Novel azo pyridone dyes based on dihydropyrimidinone skeleton: Synthesis, DFT study and anticancer activity
Authors/Creators
- 1. Innovation Centre of Faculty of Technology and Metallurgy in Belgrade, Karnegijeva 4, Belgrade, Serbia
- 2. Faculty of Technology and Metallurgy, University of Belgrade, Karnegijeva 4, Belgrade, Serbia
- 3. Department of Chemistry, Institute of Chemistry, Technology and Metallurgy, University of Belgrade, Studentski Trg 12-16, Belgrade, Serbia
- 4. Institute of Oncology and Radiology of Serbia, Pasterova 14, Belgrade, Serbia
Description
Seven novel azo dyes with 2-pyridone and dihydropyrimidinone moieties have been synthesized and thoroughly characterized. The azo-hydrazone tautomerism has been investigated by experimental and theoretical approaches. The optimizations of geometries have been performed with density functional theory (DFT). The vibrational and NMR spectra were calculated and correlated with experimental ones. Furthermore, quantum chemical descriptors were calculated and MEP maps were plotted to determine biological reactivity of dyes. The antioxidant assay evinced that 5, 6 and 7 are promising antioxidant candidates.
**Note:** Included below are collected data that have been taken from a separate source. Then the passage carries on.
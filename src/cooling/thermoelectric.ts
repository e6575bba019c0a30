/** A thermoelectric module, or several as one, at one mean temperature. */
export interface ThermoelectricModule {
  /** S of all couples in series, V/K. */
  seebeck: number;
  /** R, ohm. */
  resistance: number;
  /** K, W/K. */
  conductance: number;
}

/**
 * Heat taken at the cold junction, W.
 *
 * Qc = S I Tc - I^2 R / 2 - K (Th - Tc); negative current heats.
 *
 * @param current I, A
 * @param cold Tc, K
 * @param hot Th, K
 * @source Goldsmid, Introduction to Thermoelectricity; standard relations (from memory)
 */
export function heatPumped(module: ThermoelectricModule, current: number, cold: number, hot: number): number {
  const { seebeck, resistance, conductance } = module;
  return seebeck * current * cold - 0.5 * current * current * resistance - conductance * (hot - cold);
}

/** V = S (Th - Tc) + I R, volt. Times I: power drawn, W; negative when the module generates. */
export function moduleVoltage(
  module: ThermoelectricModule,
  current: number,
  cold: number,
  hot: number,
): number {
  return module.seebeck * (hot - cold) + current * module.resistance;
}

/** Heat given at the hot junction, W: Qh = Qc + V I. */
export function heatRejected(
  module: ThermoelectricModule,
  current: number,
  cold: number,
  hot: number,
): number {
  return heatPumped(module, current, cold, hot) + current * moduleVoltage(module, current, cold, hot);
}

/** Z = S^2 / (R K), 1/K. */
function figureOfMerit({ seebeck, resistance, conductance }: ThermoelectricModule): number {
  return (seebeck * seebeck) / (resistance * conductance);
}

/**
 * The current with the best coefficient of performance between two junction temperatures, and that
 * coefficient.
 *
 * I = S dT / [R (m - 1)],  COP = (Tc/dT)(m - Th/Tc)/(m + 1),  m = sqrt(1 + Z (Th + Tc)/2)
 *
 * @returns A and 1; current 0 and an infinite coefficient where the hot side is not hotter
 * @source da Rosa, Fundamentals of Renewable Energy Processes (from memory)
 */
export function bestPerformance(
  module: ThermoelectricModule,
  cold: number,
  hot: number,
): { current: number; coefficient: number } {
  const difference = hot - cold;
  if (difference <= 0) return { current: 0, coefficient: Infinity };
  const m = Math.sqrt(1 + 0.5 * figureOfMerit(module) * (hot + cold));
  return {
    current: (module.seebeck * difference) / (module.resistance * (m - 1)),
    coefficient: ((cold / difference) * (m - hot / cold)) / (m + 1),
  };
}

/** The four numbers of a module's data sheet, at one hot-side temperature. */
export interface DataSheet {
  /** Qmax at no temperature difference and the greatest current, W; only checked against the others. */
  greatestHeat?: number;
  /** Imax, the current of the greatest difference, A. */
  greatestCurrent: number;
  /** Vmax at that point, V. */
  greatestVoltage: number;
  /** dTmax without heat, K. */
  greatestDifference: number;
  /** Th, K. */
  hotSideTemperature: number;
}

/**
 * Data-sheet numbers of a module of constant properties.
 *
 * Tc,min = (sqrt(1 + 2 Z Th) - 1)/Z,  dTmax = Th - Tc,min,  Imax = S Tc,min/R,  Vmax = S Th,
 * Qmax = S Th Imax - Imax^2 R/2
 *
 * @param hot Th, K
 */
export function dataSheetOf(module: ThermoelectricModule, hot: number): Required<DataSheet> {
  const z = figureOfMerit(module);
  const coldest = (Math.sqrt(1 + 2 * z * hot) - 1) / z;
  const greatestCurrent = (module.seebeck * coldest) / module.resistance;
  const greatestVoltage = module.seebeck * hot;
  return {
    greatestHeat: greatestCurrent * (greatestVoltage - 0.5 * greatestCurrent * module.resistance),
    greatestCurrent,
    greatestVoltage,
    greatestDifference: hot - coldest,
    hotSideTemperature: hot,
  };
}

/**
 * The module behind a data sheet, inverse of dataSheetOf.
 *
 * S = Vmax/Th,  R = Vmax (Th - dTmax)/(Imax Th),  K = Vmax Imax (Th - dTmax)/(2 Th dTmax)
 */
export function moduleOfDataSheet(sheet: DataSheet): ThermoelectricModule {
  const { greatestCurrent, greatestVoltage, greatestDifference, hotSideTemperature } = sheet;
  const coldShare = (hotSideTemperature - greatestDifference) / hotSideTemperature;
  return {
    seebeck: greatestVoltage / hotSideTemperature,
    resistance: (greatestVoltage / greatestCurrent) * coldShare,
    conductance: (0.5 * greatestVoltage * greatestCurrent * coldShare) / greatestDifference,
  };
}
In vitro cytotoxic activity was studied against three malignant cell lines: prostate adenocarcinoma (PC-3), lung carcinoma (A549) and chronic myelogenous leukemia (K562), as well as against human normal lung fibroblasts (MRC-5), using MTT assay. Examination of cytotoxic effects on human cancer cell lines showed the concentration dependent cytotoxicity of all investigated compounds. The K562 cells were the most sensitive to the cytotoxicity of the compounds 3, 5 and 6, wherein compound 5 was particularly prominent and selective in cytotoxic action between K562 (24.97 μM) and PC-3 (48.98 μM) cancer cells, and normal MRC-5 (91.11 μM) cells. Moreover, the cell cycle analysis of compound 5 was examined in K562 cells, by flow cytometry, to study its mechanism of anticancer action. Finally, in silico evaluation of physicochemical parameters, druglikeness and ADME properties showed that investigated compounds are orally bioavailable with no permeation to the blood brain barrier.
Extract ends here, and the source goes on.